>>151166940 (OP)
No it was just the shifting media landscape and western animation not being able to find ways around it. Broadcast weakened first which is why Saturday morning cartoons died. Then cable was a boon because all eyeballs were there on Disney, Nick and CN. Eventually that dried up too once everyone in America could access the internet/streaming. Even anime stopped playing on those channels when it became apparent no one was watching. The only reason anime took over broadcast was because it was cheaper to license and why pay to make original content when ratings are already on decline?
Now streaming is huge, but it's struggling because the big corpos aren't able to monetize content as well on it as on broadcast/cable. Plus, kids don't watch streaming as much unless it's for something they really like or can easily access such as Bluey and KPop Demon Hunters. Most kids watch YouTube which is why The Amazing Digital Circus and Murder Drones blew up.

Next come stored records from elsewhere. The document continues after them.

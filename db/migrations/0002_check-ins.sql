CREATE TABLE "check_in" (
	"id" text PRIMARY KEY NOT NULL,
	"client_id" text NOT NULL,
	"programme_version_id" text,
	"logged_by_id" text NOT NULL,
	"logged_by_role" text NOT NULL,
	"session_date" date NOT NULL,
	"minutes" integer NOT NULL,
	"comfort" integer NOT NULL,
	"movement" text NOT NULL,
	"fatigue" text NOT NULL,
	"channels" jsonb NOT NULL,
	"skin" jsonb NOT NULL,
	"electrode_condition" text DEFAULT 'fine' NOT NULL,
	"notes" text,
	"created_at" timestamp with time zone DEFAULT now() NOT NULL
);
--> statement-breakpoint
CREATE TABLE "electrode_pack" (
	"id" text PRIMARY KEY NOT NULL,
	"client_id" text NOT NULL,
	"opened_on" date NOT NULL,
	"recorded_by_id" text NOT NULL,
	"note" text,
	"created_at" timestamp with time zone DEFAULT now() NOT NULL
);
--> statement-breakpoint
CREATE TABLE "flag" (
	"id" text PRIMARY KEY NOT NULL,
	"organization_id" text NOT NULL,
	"client_id" text NOT NULL,
	"check_in_id" text,
	"rule" text NOT NULL,
	"severity" text NOT NULL,
	"status" text DEFAULT 'open' NOT NULL,
	"title" text NOT NULL,
	"detail" jsonb,
	"acknowledged_by_id" text,
	"acknowledged_at" timestamp with time zone,
	"resolved_by_id" text,
	"resolved_at" timestamp with time zone,
	"resolution_note" text,
	"created_at" timestamp with time zone DEFAULT now() NOT NULL
);
--> statement-breakpoint
ALTER TABLE "check_in" ADD CONSTRAINT "check_in_client_id_client_id_fk" FOREIGN KEY ("client_id") REFERENCES "public"."client"("id") ON DELETE cascade ON UPDATE no action;--> statement-breakpoint
ALTER TABLE "check_in" ADD CONSTRAINT "check_in_programme_version_id_programme_version_id_fk" FOREIGN KEY ("programme_version_id") REFERENCES "public"."programme_version"("id") ON DELETE set null ON UPDATE no action;--> statement-breakpoint
ALTER TABLE "check_in" ADD CONSTRAINT "check_in_logged_by_id_user_id_fk" FOREIGN KEY ("logged_by_id") REFERENCES "public"."user"("id") ON DELETE no action ON UPDATE no action;--> statement-breakpoint
ALTER TABLE "electrode_pack" ADD CONSTRAINT "electrode_pack_client_id_client_id_fk" FOREIGN KEY ("client_id") REFERENCES "public"."client"("id") ON DELETE cascade ON UPDATE no action;--> statement-breakpoint
ALTER TABLE "electrode_pack" ADD CONSTRAINT "electrode_pack_recorded_by_id_user_id_fk" FOREIGN KEY ("recorded_by_id") REFERENCES "public"."user"("id") ON DELETE no action ON UPDATE no action;--> statement-breakpoint
ALTER TABLE "flag" ADD CONSTRAINT "flag_organization_id_organization_id_fk" FOREIGN KEY ("organization_id") REFERENCES "public"."organization"("id") ON DELETE cascade ON UPDATE no action;--> statement-breakpoint
ALTER TABLE "flag" ADD CONSTRAINT "flag_client_id_client_id_fk" FOREIGN KEY ("client_id") REFERENCES "public"."client"("id") ON DELETE cascade ON UPDATE no action;--> statement-breakpoint
ALTER TABLE "flag" ADD CONSTRAINT "flag_check_in_id_check_in_id_fk" FOREIGN KEY ("check_in_id") REFERENCES "public"."check_in"("id") ON DELETE set null ON UPDATE no action;--> statement-breakpoint
ALTER TABLE "flag" ADD CONSTRAINT "flag_acknowledged_by_id_user_id_fk" FOREIGN KEY ("acknowledged_by_id") REFERENCES "public"."user"("id") ON DELETE no action ON UPDATE no action;--> statement-breakpoint
ALTER TABLE "flag" ADD CONSTRAINT "flag_resolved_by_id_user_id_fk" FOREIGN KEY ("resolved_by_id") REFERENCES "public"."user"("id") ON DELETE no action ON UPDATE no action;--> statement-breakpoint
CREATE INDEX "check_in_client_idx" ON "check_in" USING btree ("client_id","session_date");--> statement-breakpoint
CREATE INDEX "electrode_pack_client_idx" ON "electrode_pack" USING btree ("client_id","opened_on");--> statement-breakpoint
CREATE INDEX "flag_organization_status_idx" ON "flag" USING btree ("organization_id","status","created_at");--> statement-breakpoint
CREATE INDEX "flag_client_idx" ON "flag" USING btree ("client_id");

If they want to revitalize animation, they need to put it where the eyeballs are. The industry also needs to appropriately consolidate because when there is YouTube, video games, TikTok, AI, whatever the fuck else, no one is gonna pay that much for like 10 ridiculously overpriced and barren of IP streaming services. It has to be on YouTube, TikTok, Prime Video, Netflix or Disney+, if it's not, your show isn't going anywhere. Simple as. Which means RIP most legacy cable and streaming companies. Too many options, not enough demand.